A partner in a toxic relationship may have convinced you that you are the problem in the relationship. (Image: Shutterstock)
Often people who have not been through an unhealthy relationship ask the one who is stuck to leave as soon as possible. In the end, it may be easier said than done.
While no relationship is perfect, some can have a significant adverse impact on your health, happiness, and overall well-being. For some relationships, these negative effects may be easy to spot because they are clearly toxic and abusive, but other relationships have more subtle signs of being unhealthy. It is important to understand that every relationship is different with the passage of time and may undergo some changes. But certain traits tend to characterize unhealthy relationships. Many people cannot do this for a myriad of reasons.
Marriage and family therapist, Emily H. Sanders, revealed some of these reasons. People who don’t leave, she says, are almost always a combination of two or more factors. Here are the reasons why you may be subconsciously struggling to end a toxic relationship:
The bliss of relationships
There are several reasons that can directly affect leaving the relationship. You may be waiting to see if your partner is willing to make the changes you’ve requested. Alternatively, if you’re willing to make a relationship work, you might try different strategies to see what can help you. One of the hardest things you can do to yourself is spend time trying to make yourself expect or want less. This is especially done when we try to find peace with what we already have.
Emily H Sanders also mentions that when people are in long-term relationships, ending them can be difficult. This is because they may be angry about ending a relationship in which they have invested so much time and energy. People continue to invest without wanting to feel that time has been wasted. For others, the beginning of a relationship is often the best phase. You can hold on to the experience of that beginning and believe that eventually you can return to that place.
If you’re afraid of being alone, breaking up with a relationship can be especially triggering for you. You may be afraid that you can’t find anyone else, forcing you to settle for a less-than-deserving relationship instead of being alone. Likewise, ending a relationship comes with its own set of hurdles, including emotional ones. You may not feel ready to face the grief that comes with a breakup.
Other persons involved
This may not be about you at all. You may be concerned about how your partner. Whether they will be able to sail through the breakup and in life without you. The question that often comes to mind may be how they will take care of themselves when you are gone. This also applies to your children. It can be particularly tricky to navigate when children are involved. You may not like the thought of your children not having both parents together.
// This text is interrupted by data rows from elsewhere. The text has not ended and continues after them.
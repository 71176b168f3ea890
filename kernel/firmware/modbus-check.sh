#!/usr/bin/env bash
# The gateway against a real Modbus client over a socket, bit for bit.
#
#   bash kernel/firmware/modbus-check.sh [TICKS]     (default 660)
#
# Builds the gateway (`holdup-gateway`, Clock::Sequence) and the host
# program `host/gateway-expect` (the PLC's writes and the expected input
# registers of every tick, from the host's f32 pipeline), starts QEMU with
# UART 0 on a TCP socket of 127.0.0.1, and runs tests/modbus/gateway.py
# (pymodbus 3.8.6, RTU framing over that socket) against it. Exit status 0
# only when every register of every tick agreed and every malformed or
# illegal request got the answer (or the silence) the protocol asks for.
#
# Timing on the emulator. The gateway ends a frame after 1.75 ms of silence
# on timer 0, and QEMU hands the UART the socket's bytes one at a time (the
# CMSDK UART holds one byte; its I/O thread delivers the next after the
# guest reads DATA). What was tried, 400 writes of 21-39 bytes each:
#  * a guest that busy-polls: about half the frames cut in two (both halves
#    dropped on their CRC, as they must be): the spinning vCPU thread takes
#    the core the I/O thread needs, and two bytes of one frame arrive more
#    than 1.75 ms apart;
#  * the guest sleeping in WFI when idle, polling the UART when awake:
#    394/400 answered without -icount, 396/400 with -icount shift=10
#    (sleep=on: an idle guest's virtual time follows real time, so the two
#    behave alike), on a machine at load average 2-4; the rest were cut by
#    host scheduling pauses longer than 1.75 ms;
#  * what the gateway does: the byte taken in the UART's receive interrupt
#    (stamped there), WFI when idle: 100/100 in the same test, and 11
#    repeats in the 1,986 requests of a 660-tick check (0.6 %);
#  * -icount shift=10,sleep=off: 0/400. An idle guest's clock jumps at once
#    to its next timer deadline, the frame-end alarm, before the I/O thread
#    delivers the next byte.
# So QEMU runs here without -icount (the guest's timers run on the host's
# clock) and the client repeats a request that got no answer (every request
# of the check can be repeated); the repeats are counted and printed.
# Instruction counts are the load mode's business (`gateway-load`, with
# -icount, bytes injected with their nominal times); this check is about
# bits on the wire and the protocol's answers.
#
# Needs: qemu-system-arm, the thumbv7em-none-eabihf target, python3 with
# pymodbus 3.8.6 (`pip install pymodbus==3.8.6`).
set -euo pipefail
cd "$(dirname "$0")"
ticks="${1:-660}"
root="$(cd ../.. && pwd)"

target_dir="${CARGO_TARGET_DIR:-target}"
elf="$target_dir/thumbv7em-none-eabihf/release/holdup-gateway"
cargo build --release --quiet --features gateway --bin holdup-gateway
work="$(mktemp -d)"
(cd host/gateway-expect && cargo run --release --quiet -- "$ticks") > "$work/expect.jsonl"

port="$(python3 -c 'import socket; s = socket.socket(); s.bind(("127.0.0.1", 0)); print(s.getsockname()[1])')"
qemu-system-arm -M mps2-an386 -cpu cortex-m4 -display none -monitor none \
  -chardev "socket,id=plc,host=127.0.0.1,port=$port,server=on,wait=off" -serial chardev:plc \
  -semihosting-config enable=on,target=native -kernel "$elf" > "$work/qemu.log" 2>&1 &
qemu=$!
trap 'kill "$qemu" 2> /dev/null || true; rm -rf "$work"' EXIT
start=$(date +%s)
status=0
python3 "$root/tests/modbus/gateway.py" 127.0.0.1 "$port" "$work/expect.jsonl" || status=$?
echo "modbus-check: $(( $(date +%s) - start )) s, exit $status"
exit "$status"
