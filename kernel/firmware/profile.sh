#!/usr/bin/env bash
# Where a tick's instructions go: a one-off profile of the firmware's ticks
# on QEMU, by function.
#
#   bash kernel/firmware/profile.sh        # markdown table per tick kind on stdout
#
# QEMU runs the release firmware without -icount (the instruction stream is
# the same; only the firmware's own reported counts change) and logs every
# translated block (`in_asm`: its instructions) and every execution of a
# block (`exec,nochain`). awk follows the stream: a tick is the time between
# entering a `tick::step_once` instance and the next block executed in the
# function that called it; inside, every executed block adds its
# instructions to the block's address. The addresses are then attributed to
# the symbols of the ELF (llvm-nm). A tick kind is a `step_once` instance,
# listed in the order the firmware runs them (exact, reference, observer);
# functions under 0.05 instructions per tick are left out. The sum per tick
# matches the meter's mean to within the call and the counter reads (~4).
# Takes a few minutes: the log is ~80 M lines, streamed, never stored.
#
# Needs qemu-system-arm and llvm-nm (rustup component llvm-tools). Honours
# CARGO_TARGET_DIR.
set -euo pipefail
cd "$(dirname "$0")"

target_dir="${CARGO_TARGET_DIR:-target}"
elf="$target_dir/thumbv7em-none-eabihf/release/holdup-firmware"
cargo build --release --quiet
sysroot="$(rustc --print sysroot)"
nm_tool="$(ls "$sysroot"/lib/rustlib/*/bin/llvm-nm 2>/dev/null | head -n1 || true)"
[ -n "$nm_tool" ] || { echo "profile.sh: need llvm-nm (rustup component add llvm-tools)" >&2; exit 1; }

work="$(mktemp -d)"
trap 'rm -rf "$work"' EXIT
# Functions: start (8 hex digits, Thumb bit cleared), size (hex), name.
"$nm_tool" -C -S -n --defined-only "$elf" \
  | awk '$3 ~ /^[tTwW]$/ { name = $4; for (i = 5; i <= NF; i++) name = name " " $i;
                           sub(/::h[0-9a-f]+$/, "", name); print $1, $2, name }' > "$work/syms"

# 1. Stream: per step_once instance, executed instructions by block address.
# (The firmware's verdict is not this script's business: a failing run is
# profiled all the same.)
{ timeout "${PROFILE_TIMEOUT:-1800}" qemu-system-arm -M mps2-an386 -cpu cortex-m4 -nographic \
    -monitor none -serial none -semihosting-config enable=on,target=native \
    -d in_asm,exec,nochain -D /dev/stdout -kernel "$elf" 2>/dev/null || true; } | awk -v symfile="$work/syms" '
  function hex(s,    i, n, c) {
    n = 0; s = tolower(s)
    for (i = 1; i <= length(s); i++) { c = index("0123456789abcdef", substr(s, i, 1)) - 1; n = n * 16 + c }
    return n
  }
  function sym_of(pc,    i) { # index of the symbol holding pc (numeric), 0 if none
    for (i = 1; i <= nsym; i++) if (pc >= start[i] && pc < start[i] + size[i]) return i
    return 0
  }
  BEGIN {
    while ((getline line < symfile) > 0) {
      split(line, f, " "); nsym++
      start[nsym] = hex(f[1]) - hex(f[1]) % 2; size[nsym] = hex(f[2])
      name[nsym] = substr(line, length(f[1]) + length(f[2]) + 3)
      if (name[nsym] ~ /::tick::step_once$/) entry[sprintf("%08x", start[nsym])] = nsym
    }
  }
  /^IN:/ { inblk = 1; first = ""; n = 0; next }
  inblk && /^0x[0-9a-f]+:/ { if (first == "") first = substr($1, 3, 8); n++; next }
  inblk && /^$/ { if (first != "") len[first] = n; inblk = 0; next }
  /^Trace / {
    inblk = 0
    split($4, b, "/"); pc = b[2]
    if (pc in entry) {
      inst = pc
      if (!(inst in order)) { order[inst] = ++ninst; clo[inst] = ""; }
      if (clo[inst] == "") { # the caller: the function of the block before the entry
        ks = sym_of(hex(prev)); clo[inst] = sprintf("%08x", start[ks]); chi[inst] = sprintf("%08x", start[ks] + size[ks])
      }
      calls[inst]++; cur = inst
    } else if (cur != "" && pc >= clo[cur] && pc < chi[cur]) {
      cur = ""
    }
    if (cur != "") exec[cur SUBSEP pc]++
    prev = pc
    next
  }
  END {
    for (key in exec) {
      split(key, k, SUBSEP)
      printf "%s %d %s %d %d\n", k[1], order[k[1]], k[2], exec[key], len[k[2]] > "/dev/stdout"
    }
    for (inst in calls) printf "calls %s %d %d\n", inst, order[inst], calls[inst] > "/dev/stdout"
  }' > "$work/counts"

# 2. Attribute to symbols: instructions per tick and calls per tick.
awk -v symfile="$work/syms" '
  function hex(s,    i, n, c) {
    n = 0; s = tolower(s)
    for (i = 1; i <= length(s); i++) { c = index("0123456789abcdef", substr(s, i, 1)) - 1; n = n * 16 + c }
    return n
  }
  BEGIN {
    while ((getline line < symfile) > 0) {
      split(line, f, " "); nsym++
      start[nsym] = hex(f[1]) - hex(f[1]) % 2; size[nsym] = hex(f[2])
      name[nsym] = substr(line, length(f[1]) + length(f[2]) + 3)
    }
  }
  $1 == "calls" { ticks[$3] = $4; next }
  {
    ord = $2; pc = hex($3); execs = $4; ins = $5
    for (i = 1; i <= nsym; i++) if (pc >= start[i] && pc < start[i] + size[i]) break
    s = (i <= nsym) ? name[i] : "?"
    total[ord] += execs * ins; by[ord SUBSEP s] += execs * ins
    if (i <= nsym && pc == start[i]) entered[ord SUBSEP s] += execs
  }
  END {
    for (ord = 1; ord in ticks; ord++) {
      printf "\n### step_once instance %d: %d ticks, %.1f instructions per tick\n\n", ord, ticks[ord], total[ord] / ticks[ord]
      print "| function | instructions per tick | share | calls per tick |"
      print "|---|---|---|---|"
      cmd = "sort -t\"|\" -k3 -g -r"
      for (key in by) {
        split(key, k, SUBSEP)
        if (k[1] != ord || by[key] < 0.05 * ticks[ord]) continue
        printf "| `%s` | %.1f | %.1f %% | %.2f |\n", k[2], by[key] / ticks[ord], 100 * by[key] / total[ord], entered[key] / ticks[ord] | cmd
      }
      close(cmd)
    }
  }' "$work/counts"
A partner in a toxic relationship may have convinced you that you are the problem in the relationship. So instead of getting out, spend time working on yourself in the hopes that things will improve. Alternatively, a partner may not be the only one encouraging you to stay in a toxic relationship. You may be surrounded by friends and family who are unaware of how unhealthy the relationship is. Since they have no clue, they might encourage you to stay. Perhaps you have religious beliefs that prevent you from ending the relationship.
More factors at play
Even toxic relationships don’t have all bad days. That’s exactly what makes them so confusing. You may be sifting through that confusion, making it hard for you to leave.
Furthermore, breaking up a relationship requires financial resources, especially if you have been dependent on your partner. Not having the financial resources can discourage you from leaving. In addition, some people may find it physically dangerous to leave.
People often leave a relationship, but then decide to go back and understand more about the relationship. This will look something like “Was it really as bad as I remember?” or “Maybe they’ve made changes now.” Your past dynamic may also play into your current relationship. If you have unconsciously chosen the method of trying to mend or heal by staying in your relationship in the past, you may be more willing to do it in the present.